To Make of Oneself a God
Teochiwa translates as devotion, but the word lays out: teo – God, then chiwa – to make. It’s not devotion as the western world sees it, as pure worship and prayer. This is more about using energy to make oneself the best one can be. This third step links to our Heart chakra, Xochitl, the Flower.
*NOTE on chakras: Each of the seven steps corresponds to one of the seven chakras – seven wheels of power running from the base of your spine to the crown of your head. Their “power” comes in how you direct your energies to the world. Not wanting to quote any single chakra instruction, here’s a link to an Web MD article. Should the subject, rather the dynamic of the subject, interest you, there’s a lot out there.

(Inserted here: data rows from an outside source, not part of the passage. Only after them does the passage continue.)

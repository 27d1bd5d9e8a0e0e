package main

import (
	"bytes"
	"encoding/json"
	"errors"
	"os"
	"os/exec"
	"path/filepath"
	"slices"
	"strings"
	"testing"
	"time"

	"evenkeel/nifti"
	"evenkeel/pipeline"
	"evenkeel/provenance"
)

// twoWatches is a dataset of two runs, processed with other settings each.
func twoWatches(t *testing.T) (dir, out string) {
	t.Helper()
	dir = t.TempDir()
	a, b := newSailor(), newSailor()
	b.gzip = true
	writeDataset(dir, a.files(theRun), b.files("sub-02/func/sub-02_task-watch"))
	out = filepath.Join(t.TempDir(), "out")
	for _, args := range [][]string{{"--subject", "01"}, {"--subject", "02", "--motion", "volume", "--time", "sinc", "--skip", "1", "--reference", "first"}} {
		if code, stdout, stderr := run(append([]string{"steady", dir, out}, args...)...); code != 0 {
			t.Fatal(dump(code, stdout, stderr))
		}
	}
	return dir, out
}

const secondRun = "sub-02/func/sub-02_task-watch"

func TestReplayIsTheSame(t *testing.T) {
	dir, out := twoWatches(t)
	before := outputs(out)
	scratch := t.TempDir()
	for _, jobs := range []string{"1", "2"} {
		code, stdout, stderr := run("audit", out, "--replay", "--dataset", dir, "--scratch", scratch, "--jobs", jobs)
		if code != 0 || !strings.Contains(stdout, "2 runs computed again: 2 the same byte for byte, 0 not the same, 0 could not be computed") {
			t.Error(dump(code, stdout, stderr))
		}
	}
	if after := outputs(out); !slices.Equal(before, after) {
		t.Errorf("a replay left %v, was %v", after, before)
	}
	if left := outputs(scratch); len(left) > 0 {
		t.Errorf("left in the scratch folder: %v", left)
	}
	code, stdout, stderr := run("audit", out, "--replay", "--dataset", dir, "--json")
	var doc struct {
		Replay   map[string]int
		Findings []provenance.Finding
	}
	if err := json.Unmarshal([]byte(stdout), &doc); err != nil || code != 0 || doc.Replay["runs"] != 2 || doc.Replay["same"] != 2 || len(doc.Findings) != 0 {
		t.Errorf("%v: %s", err, dump(code, stdout, stderr))
	}
}

// A forger who edits a file and brings its record in line deceives digests, and no replay.
func TestReplayFindsAForgery(t *testing.T) {
	dir, out := twoWatches(t)
	series := filepath.Join(out, theRun+"_desc-steady_bold.nii.gz")
	h, s, err := nifti.ReadSeries(series, nil, 0)
	if err != nil {
		t.Fatal(err)
	}
	nv := len(s.Data) / s.NT
	s.Data[3*nv+nv/2] += 1.5
	s.Data[5*nv+nv/2] -= 0.5
	var b bytes.Buffer
	w, err := nifti.NewWriter(&b, h, true)
	if err != nil {
		t.Fatal(err)
	}
	for n := range s.NT {
		if err := w.WriteVolume(s.Data[n*nv:][:nv]); err != nil {
			t.Fatal(err)
		}
	}
	if err := errors.Join(w.Close(), os.WriteFile(series, b.Bytes(), 0o644)); err != nil {
		t.Fatal(err)
	}
	table := filepath.Join(out, theRun+"_desc-steady_pose.tsv")
	lines := strings.SplitAfter(string(mustRead(t, table)), "\n")
	lines[4] = strings.Replace(lines[4], "0", "9", 1)
	if err := os.WriteFile(table, []byte(strings.Join(lines, "")), 0o644); err != nil {
		t.Fatal(err)
	}
	forge(t, out, theRun, func(r *provenance.Record) {
		for i, f := range r.Outputs {
			if f.Role == "steady-series" || f.Role == "pose-table" {
				sum, n, err := provenance.DigestFile(t.Context(), filepath.Join(out, filepath.FromSlash(f.Path)))
				if err != nil {
					t.Fatal(err)
				}
				r.Outputs[i].SHA256, r.Outputs[i].Bytes = sum, n
			}
		}
	})
	if code, stdout, stderr := run("audit", out, "--dataset", dir); code != 0 {
		t.Errorf("the forgery is not one: %s", dump(code, stdout, stderr))
	}
	code, stdout, stderr := run("audit", out, "--dataset", dir, "--replay")
	for _, want := range []string{
		"replay-differs: " + theRun + "_desc-steady_bold.nii.gz: found 2 voxels that differ, by 1.5 at most, the first in volume 3",
		"replay-differs: " + theRun + "_desc-steady_pose.tsv: found line 5 to be the first that differs",
		"2 runs computed again: 1 the same byte for byte, 1 not the same, 0 could not be computed",
	} {
		if !strings.Contains(stdout, want) {
			t.Errorf("lacks %q:\n%s", want, dump(code, stdout, stderr))
		}
	}
	if code != pipeline.ExitOutside {
		t.Errorf("exit %d", code)
	}
}

// forge rewrites a record with a change.
func forge(t *testing.T, out, base string, change func(*provenance.Record)) {
	t.Helper()
	name := filepath.Join(out, filepath.FromSlash(base)+provenance.RecordSuffix)
	r, err := provenance.ReadFile(name)
	if err != nil {
		t.Fatal(err)
	}
	change(r)
	data, err := r.Marshal()
	if err != nil {
		t.Fatal(err)
	}
	if err := os.WriteFile(name, data, 0o644); err != nil {
		t.Fatal(err)
	}
}

// Other settings or another account in a record, raw files that are gone or refused, and no
// dataset at all: each is said for what it is.
func TestReplaySaysWhatCannotBe(t *testing.T) {
	dir, out := twoWatches(t)
	check := func(what string, wantCode int, want ...string) {
		t.Helper()
		code, stdout, stderr := run("audit", out, "--dataset", dir, "--replay")
		for _, w := range want {
			if !strings.Contains(stdout+stderr, w) {
				t.Errorf("%s lacks %q:\n%s", what, w, dump(code, stdout, stderr))
			}
		}
		if code != wantCode {
			t.Errorf("%s: %s", what, dump(code, stdout, stderr))
		}
	}
	forge(t, out, theRun, func(r *provenance.Record) {
		r.Settings = bytes.Replace(r.Settings, []byte(`"quintic"`), []byte(`"cubic"`), 1)
	})
	check("other settings", 4, "replay-differs: "+theRun+"_desc-steady_bold.nii.gz: found ", "another account of stage space", "1 not the same")
	forge(t, out, theRun, func(r *provenance.Record) {
		r.Settings = bytes.Replace(r.Settings, []byte(`"cubic"`), []byte(`"sextic"`), 1)
	})
	check("unknown settings", 4, "not-replayed: "+theRun+"_desc-steady_prov.json: found", "1 could not be computed")
	forge(t, out, theRun, func(r *provenance.Record) {
		r.Settings = bytes.Replace(r.Settings, []byte(`"sextic"`), []byte(`"quintic"`), 1)
		r.Software.Version = "0.0.1"
	})
	check("another version that gives the same", 0, "other-version: ", "2 the same byte for byte")
	side := filepath.Join(dir, secondRun+"_bold.json")
	if err := os.WriteFile(side, bytes.Replace(mustRead(t, side), []byte(`"RepetitionTime": 2`), []byte(`"RepetitionTime": 2000`), 1), 0o644); err != nil {
		t.Fatal(err)
	}
	check("a raw run that is refused now", 4, "input-changed: ", "not-replayed: "+secondRun+"_bold.nii.gz: found refused: ")
	if err := os.RemoveAll(filepath.Join(dir, "sub-02")); err != nil {
		t.Fatal(err)
	}
	check("a raw run that is gone", 4, "input-missing: ", "not-replayed: "+secondRun+"_bold.nii.gz: found not in the dataset")
	code, stdout, stderr := run("audit", filepath.Join(out), "--replay", "--dataset", filepath.Join(dir, "nowhere"))
	if code != pipeline.ExitNoInput {
		t.Error(dump(code, stdout, stderr))
	}
	if code, stdout, stderr := run("audit", out, "--replay", "--dataset", dir, "--scratch", out); code != pipeline.ExitUsage || !strings.Contains(stderr, "lies on or inside OUT") {
		t.Error(dump(code, stdout, stderr))
	}
	if code, stdout, stderr := run("audit", out, "--scratch", t.TempDir()); code != pipeline.ExitUsage || !strings.Contains(stderr, "goes with --replay") {
		t.Error(dump(code, stdout, stderr))
	}
	if code, stdout, stderr := run("audit", out, "--replay", "--dataset", dir, "--scratch", filepath.Join(t.TempDir(), "not", "there")); code != pipeline.ExitNoCreate {
		t.Error(dump(code, stdout, stderr))
	}
}

// A signal ends a replay with 75 and leaves nothing behind.
func TestReplayIsInterrupted(t *testing.T) {
	exe, err := exec.LookPath("evenkeel")
	if err != nil {
		t.Fatal(err)
	}
	dir, out := twoWatches(t)
	scratch := t.TempDir()
	cmd := exec.Command(exe, "audit", out, "--replay", "--dataset", dir, "--scratch", scratch)
	var stderr bytes.Buffer
	cmd.Stderr = &stderr
	if err := cmd.Start(); err != nil {
		t.Fatal(err)
	}
	for range 1000 { // until it has begun to compute
		if entries, _ := os.ReadDir(scratch); len(entries) > 0 {
			break
		}
		time.Sleep(time.Millisecond)
	}
	cmd.Process.Signal(os.Interrupt)
	cmd.Wait()
	noTrace(t, stderr.String())
	if code := cmd.ProcessState.ExitCode(); code != pipeline.ExitInterrupt && code != 0 {
		t.Errorf("exit %d: %s", code, stderr.String())
	}
	if entries, _ := os.ReadDir(scratch); len(entries) > 0 {
		t.Errorf("left behind: %v", outputs(scratch))
	}
}
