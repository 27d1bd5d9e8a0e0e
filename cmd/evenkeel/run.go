package main

import (
	"context"
	"errors"
	"fmt"
	"io"
	"os"
	"os/signal"
	"runtime/debug"
	"strconv"
	"strings"
	"syscall"

	"github.com/urfave/cli/v2"
	"golang.org/x/term"

	"evenkeel/pipeline"
)

// A session is one invocation of the program.
type session struct {
	stdin   io.Reader
	stdout  *output
	stderr  io.Writer
	log     *logger
	command string                     // its name, "" if the line has none
	reached map[*pipeline.Plan]float64 // how far each run is, from 0 to 1
}

// output is standard output; it remembers what kept it from being written, which the
// option library and fmt do not tell.
type output struct {
	w   io.Writer
	err error
}

func (o *output) Write(b []byte) (int, error) {
	n, err := o.w.Write(b)
	if err != nil && o.err == nil {
		o.err = err
	}
	return n, err
}

// columns is the width of the terminal that standard output is, 0 if it is none: what is piped
// or kept in a file is not shortened. COLUMNS, if it is set, wins (POSIX, "Environment Variables").
func (s *session) columns() int {
	f, ok := s.stdout.w.(*os.File)
	if !ok || !term.IsTerminal(int(f.Fd())) {
		return 0
	}
	if n, err := strconv.Atoi(os.Getenv("COLUMNS")); err == nil && n > 0 {
		return n
	}
	n, _, err := term.GetSize(int(f.Fd()))
	if err != nil || n <= 0 {
		return 80
	}
	return n
}

// exit is returned by a command that ran its course with a code of its own; it has
// no ExitCode method, on which the option library would leave the process.
type exit struct{ code int }

func (e *exit) Error() string { return fmt.Sprintf("exit status %d", e.code) }

// Run executes the command line args (the program's name first) and returns the
// exit status. It never panics: a mistake of ours is reported in a plain sentence.
func Run(args []string, stdin io.Reader, stdout, stderr io.Writer) (code int) {
	s := &session{stdin: stdin, stdout: &output{w: stdout}, stderr: stderr, log: &logger{w: stderr}}
	defer func() {
		if v := recover(); v != nil {
			s.log.stopProgress()
			code = s.fail(&pipeline.BugError{Value: v, Stack: debug.Stack()})
		}
	}()
	app := s.app()
	line, err := normalise(app, args)
	s.log.json, s.log.quiet, s.command = line.json, line.quiet, line.command
	if err != nil {
		return s.fail(err)
	}
	ctx, stop := s.interruptible()
	defer stop()
	err = app.RunContext(ctx, line.args)
	s.log.stopProgress()
	var own *exit
	if errors.As(err, &own) {
		code, err = own.code, nil
	}
	switch {
	case gone(s.stdout.err) && (err == nil || gone(err)) && code != pipeline.ExitBug:
		// Whoever read wants no more: no news to anybody, but the code says that what was
		// asked for was not all delivered.
		return s.last(pipeline.ExitIO)
	case err != nil:
		return s.fail(err)
	case s.stdout.err != nil && code != pipeline.ExitBug && code != pipeline.ExitIO:
		return s.fail(&pipeline.IOError{Path: "standard output", Err: s.stdout.err})
	}
	return s.last(code)
}

// gone reports whether writing failed because the reader has gone away.
func gone(err error) bool { return errors.Is(err, syscall.EPIPE) }

// fail reports an error and returns its code.
func (s *session) fail(err error) int {
	code := pipeline.ExitCode(err, nil, false)
	var (
		bug   *pipeline.BugError
		usage *pipeline.UsageError
	)
	switch {
	case errors.As(err, &usage):
		s.log.error("usage", err.Error(), nil)
		help := "evenkeel help"
		if s.command != "" {
			help = "evenkeel " + s.command + " --help"
		}
		s.log.hint("see " + help)
	case errors.As(err, &bug):
		s.log.bug(bug)
	case code == pipeline.ExitInterrupt:
		s.log.error("interrupted", "interrupted; run the same command again to go on", nil)
	default:
		s.log.error("failed", err.Error(), nil)
	}
	return s.last(code)
}

// last is the last word of the JSON log.
func (s *session) last(code int) int {
	s.log.exit(code)
	return code
}

// interruptible returns a context that the first SIGINT or SIGTERM ends. Later
// ones change nothing: schedulers send several, and a clean end is under way.
func (s *session) interruptible() (context.Context, func()) {
	ctx, cancel := context.WithCancel(context.Background())
	signals := make(chan os.Signal, 8)
	signal.Notify(signals, os.Interrupt, syscall.SIGTERM)
	done := make(chan struct{})
	go func() {
		told := false
		for {
			select {
			case <-done:
				return
			case sig := <-signals:
				if !told {
					told = true
					s.log.warn("interrupted", fmt.Sprintf("%v: stopping after the step under way, no partial file is left", sig), nil)
					cancel()
				}
			}
		}
	}()
	return ctx, func() {
		signal.Stop(signals)
		close(done)
		cancel()
	}
}

// Help shows an option on one line and what it does, wrapped, below it: with
// longer option names than columns, a table would not fit a terminal.
func init() {
	cli.FlagStringer = func(f cli.Flag) string {
		var name, usage, value string
		switch f := f.(type) {
		case *cli.BoolFlag:
			name, usage = f.Name, f.Usage
		case *cli.StringFlag:
			name, usage, value = f.Name, f.Usage, f.DefaultText
			if value == "" {
				value = f.Value
			}
		case *cli.StringSliceFlag:
			name, usage = f.Name, f.Usage
		default:
			return f.String()
		}
		line := "--" + name
		if before, rest, ok := strings.Cut(usage, "`"); ok {
			placeholder, after, _ := strings.Cut(rest, "`")
			line += " " + placeholder
			if before == "" {
				usage = strings.TrimPrefix(after, ": ")
			} else {
				usage = before + placeholder + after
			}
		}
		if value != "" {
			usage += " (default: " + value + ")"
		}
		const indent = "      "
		for _, l := range wrap(usage, 80-3-len(indent)) {
			line += "\n   " + indent + l
		}
		return line
	}
}

// wrap breaks a text at spaces into lines of at most width.
func wrap(text string, width int) []string {
	var out []string
	line := ""
	for _, w := range strings.Fields(text) {
		if line != "" && len(line)+1+len(w) > width {
			out = append(out, line)
			line = ""
		}
		if line != "" {
			line += " "
		}
		line += w
	}
	return append(out, line)
}

const research = "FOR RESEARCH ONLY. Not a medical device; not for diagnosis or treatment. Images of\na head can identify a person: treat outputs as you treat the raw data."

func (s *session) app() *cli.App {
	app := &cli.App{
		Name:      "evenkeel",
		Usage:     "raw EPI BOLD runs in, series at one instant and one head position out",
		UsageText: "evenkeel [global options] COMMAND [options] ARGUMENTS",
		Description: "Turns the raw BOLD runs of a BIDS dataset into series in which every voxel of a\n" +
			"volume refers to one instant and one head position, with the poses, the figures\n" +
			"and the record of how each was made. Options may stand before and after arguments.\n\n" +
			research + "\n\nEXAMPLE:\n  evenkeel survey voyage && evenkeel steady voyage voyage-steady\n\n" + exitHelp(nil),
		Writer: s.stdout, ErrWriter: s.stderr, Reader: s.stdin,
		HideVersion: true, HideHelpCommand: false,
		DisableSliceFlagSeparator: true,
		// Codes are decided in one place, after deferred functions have run.
		ExitErrHandler: func(*cli.Context, error) {},
		OnUsageError: func(_ *cli.Context, err error, _ bool) error {
			return &pipeline.UsageError{Message: err.Error()}
		},
		Flags: globalFlags(),
		Action: func(c *cli.Context) error {
			return &pipeline.UsageError{Message: "no command given; one of " + strings.Join(commandNames(c.App), ", ")}
		},
		Commands: []*cli.Command{
			s.surveyCommand(), s.steadyCommand(), s.auditCommand(), s.reportCommand(), s.clusterCommand(), s.demoCommand(), s.versionCommand(),
		},
	}
	for _, c := range app.Commands {
		c.Flags = append(c.Flags, globalFlags()...)
		c.OnUsageError = app.OnUsageError
		c.UseShortOptionHandling = false
		c.HideHelpCommand = true
	}
	return app
}

func commandNames(app *cli.App) []string {
	var out []string
	for _, c := range app.Commands {
		if c.Name != "help" {
			out = append(out, c.Name)
		}
	}
	return out
}

// globalFlags are accepted before and after the command.
func globalFlags() []cli.Flag {
	return []cli.Flag{
		&cli.StringFlag{Name: "log", Usage: "log on standard error as `text|json`, JSON being one object a line", Value: "text"},
		&cli.BoolFlag{Name: "quiet", Usage: "say nothing but results and errors: warnings are hidden too"},
	}
}

// exitCodes are those that a command can end with, with what they mean there: "" is
// what they mean everywhere.
type exitCodes map[int]string

func codes(list ...int) exitCodes {
	c := exitCodes{}
	for _, code := range list {
		c[code] = ""
	}
	return c
}

// but says what a code means for this command.
func (c exitCodes) but(code int, meaning string) exitCodes {
	c[code] = meaning
	return c
}

// exitHelp lists exit codes, those given or (nil) all, for help.
func exitHelp(own exitCodes) string {
	var b strings.Builder
	b.WriteString("EXIT CODES:")
	for _, e := range pipeline.ExitCodes {
		meaning, wanted := own[e.Code]
		if meaning == "" {
			meaning = e.Meaning
		}
		if wanted || own == nil {
			fmt.Fprintf(&b, "\n  %2d  %s", e.Code, meaning)
		}
	}
	return b.String()
}

// describe joins the parts of a command's help.
func describe(text, example string, own exitCodes) string {
	return text + "\n\nEXAMPLE:\n  " + example + "\n\n" + exitHelp(own)
}

// arguments takes a fixed number of arguments, named for the message.
func arguments(c *cli.Context, names ...string) ([]string, error) {
	got := c.Args().Slice()
	least := 0
	for _, n := range names {
		if !strings.HasPrefix(n, "[") {
			least++
		}
	}
	line := "evenkeel " + c.Command.Name + " " + strings.Join(names, " ")
	if len(got) < least {
		return nil, &pipeline.UsageError{Where: c.Command.Name, Message: fmt.Sprintf("%s is missing; give %s", names[len(got)], line)}
	}
	if len(got) > len(names) {
		return nil, &pipeline.UsageError{Where: c.Command.Name, Message: fmt.Sprintf("%q is one argument too many; give %s", got[len(names)], line)}
	}
	for i, g := range got {
		if g == "" {
			return nil, &pipeline.UsageError{Where: c.Command.Name, Message: names[i] + " is empty; give " + line}
		}
	}
	return got, nil
}
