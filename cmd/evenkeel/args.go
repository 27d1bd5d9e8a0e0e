package main

// Options are accepted before and after arguments, and global ones before and
// after the command. The option library stops at the first argument, so the line
// is put in order here first: command, options (as --name=value), "--", arguments.

import (
	"fmt"
	"slices"
	"strings"

	"github.com/urfave/cli/v2"

	"evenkeel/pipeline"
)

type commandLine struct {
	args        []string // for the option library
	command     string   // its name, "" if there is none
	json, quiet bool     // known before the library has looked, for errors about the line itself
}

// normalise puts a command line in order; it returns a *pipeline.UsageError for a command or
// option that is not there, with what was probably meant.
func normalise(app *cli.App, args []string) (commandLine, error) {
	var (
		line    commandLine
		command *cli.Command
		options []string
		rest    []string
		help    bool
	)
	usage := func(where, format string, a ...any) error {
		return &pipeline.UsageError{Where: where, Message: fmt.Sprintf(format, a...)}
	}
	tokens := args[min(1, len(args)):]
	// Errors are told in the form asked for, wherever on the line that stands.
	for i, t := range tokens {
		name, value, has := strings.Cut(strings.TrimLeft(t, "-"), "=")
		if !strings.HasPrefix(t, "-") || t == "--" {
			if t == "--" {
				break
			}
			continue
		}
		switch {
		case name == "log" && has:
			line.json = value == "json"
		case name == "log" && i+1 < len(tokens):
			line.json = tokens[i+1] == "json"
		case name == "quiet" && !has:
			line.quiet = true
		}
	}
	for i := 0; i < len(tokens); i++ {
		t := tokens[i]
		if t == "--" {
			rest = append(rest, tokens[i+1:]...)
			break
		}
		if (t == "--version" || t == "-version") && command == nil {
			t = "version"
		}
		if t == "-h" || t == "--help" || t == "-help" {
			help = true
			continue
		}
		if len(t) > 1 && t[0] == '-' {
			name, value, has := strings.Cut(strings.TrimLeft(t, "-"), "=")
			flags := app.Flags
			if command != nil {
				flags = command.Flags // the global ones among them
			}
			f := find(flags, name)
			if f == nil {
				return line, unknownOption(app, command, t, name)
			}
			if _, isSwitch := f.(*cli.BoolFlag); isSwitch {
				if has && value != "true" && value != "false" {
					return line, usage("--"+name, "takes no value")
				}
				if !has {
					value = "true"
				}
			} else if !has {
				if i+1 >= len(tokens) {
					return line, usage("--"+name, "needs a value")
				}
				i++
				value = tokens[i]
			}
			if name == "log" && value != "text" && value != "json" {
				return line, usage("--log", "found %q, expected text or json", value)
			}
			options = append(options, "--"+name+"="+value)
			continue
		}
		if command == nil {
			if t == "help" {
				return helpLine(app, args[0], tokens[i+1:], line)
			}
			if command = app.Command(t); command == nil {
				return line, usage(t, "is no command%s; one of %s", pipeline.DidYouMean(t, commandNames(app)), strings.Join(commandNames(app), ", "))
			}
			line.command = command.Name
			continue
		}
		rest = append(rest, t)
	}
	line.args = []string{"evenkeel"}
	switch {
	case command == nil && help:
		line.args = append(line.args, "--help")
	case help:
		line.args = append(line.args, command.Name, "--help")
	case command != nil:
		line.args = append(line.args, command.Name)
		line.args = append(line.args, options...)
		line.args = append(append(line.args, "--"), rest...)
	default:
		line.args = append(line.args, options...)
	}
	return line, nil
}

// helpLine turns "help [COMMAND]" into "[COMMAND] --help".
func helpLine(app *cli.App, name string, topics []string, line commandLine) (commandLine, error) {
	topics = slices.DeleteFunc(slices.Clone(topics), func(t string) bool { return strings.HasPrefix(t, "-") })
	line.args = []string{"evenkeel"}
	if len(topics) > 0 {
		if app.Command(topics[0]) == nil {
			return line, &pipeline.UsageError{Where: "help " + topics[0], Message: "is no command" + pipeline.DidYouMean(topics[0], commandNames(app)) + "; one of " + strings.Join(commandNames(app), ", ")}
		}
		line.args = append(line.args, topics[0])
	}
	line.args = append(line.args, "--help")
	return line, nil
}

func find(flags []cli.Flag, name string) cli.Flag {
	for _, f := range flags {
		if slices.Contains(f.Names(), name) {
			return f
		}
	}
	return nil
}

func unknownOption(app *cli.App, command *cli.Command, token, name string) error {
	var names []string
	where, flags := "evenkeel", app.Flags
	if command != nil {
		where, flags = command.Name, command.Flags
	}
	for _, f := range flags {
		names = append(names, "--"+f.Names()[0])
	}
	message := "is no option of " + where
	if near := pipeline.DidYouMean("--"+name, names); near != "" {
		message += near
	} else if command == nil {
		for _, c := range app.Commands {
			if find(c.Flags, name) != nil {
				message += fmt.Sprintf("; it belongs after the command, as in evenkeel %s %s", c.Name, token)
				break
			}
		}
	}
	return &pipeline.UsageError{Where: token, Message: message}
}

Long before the Catholic Church we had baptism, communion, confession, marriage and death rites. While some of the rites have parallels with Catholic rites, there are some marked differences. For instance, we have no belief in original sin. Sin is something, after all, that can be cured. And as you may imagine, our relationship to death and the ancestors, two of the five principles, are also different. This is the Devotion that built the pyramids.
Not devotion to an outward being or deity, but devotion directed within, to make of oneself a god (small g), to actualize one’s potential. The toltec way developed in an imminently mystical environment. Instead of wars and wealth, the toltec turned to wonders inside, explored the hidden archive of consciousness and extracted an enormous amount of information. For a toltec who believes deeply in the unlimited potentials of humanity, this is infinitely practical information.
The emphasis on practical functionality makes this devotion more about using energy wisely than about seeking deities for favor or succor. Indeed, if you walk in Step 3, Teochiwa, you’ll wind up seeking, learning and mastering various states of conscious for optimum performance in your role of warrior-artist.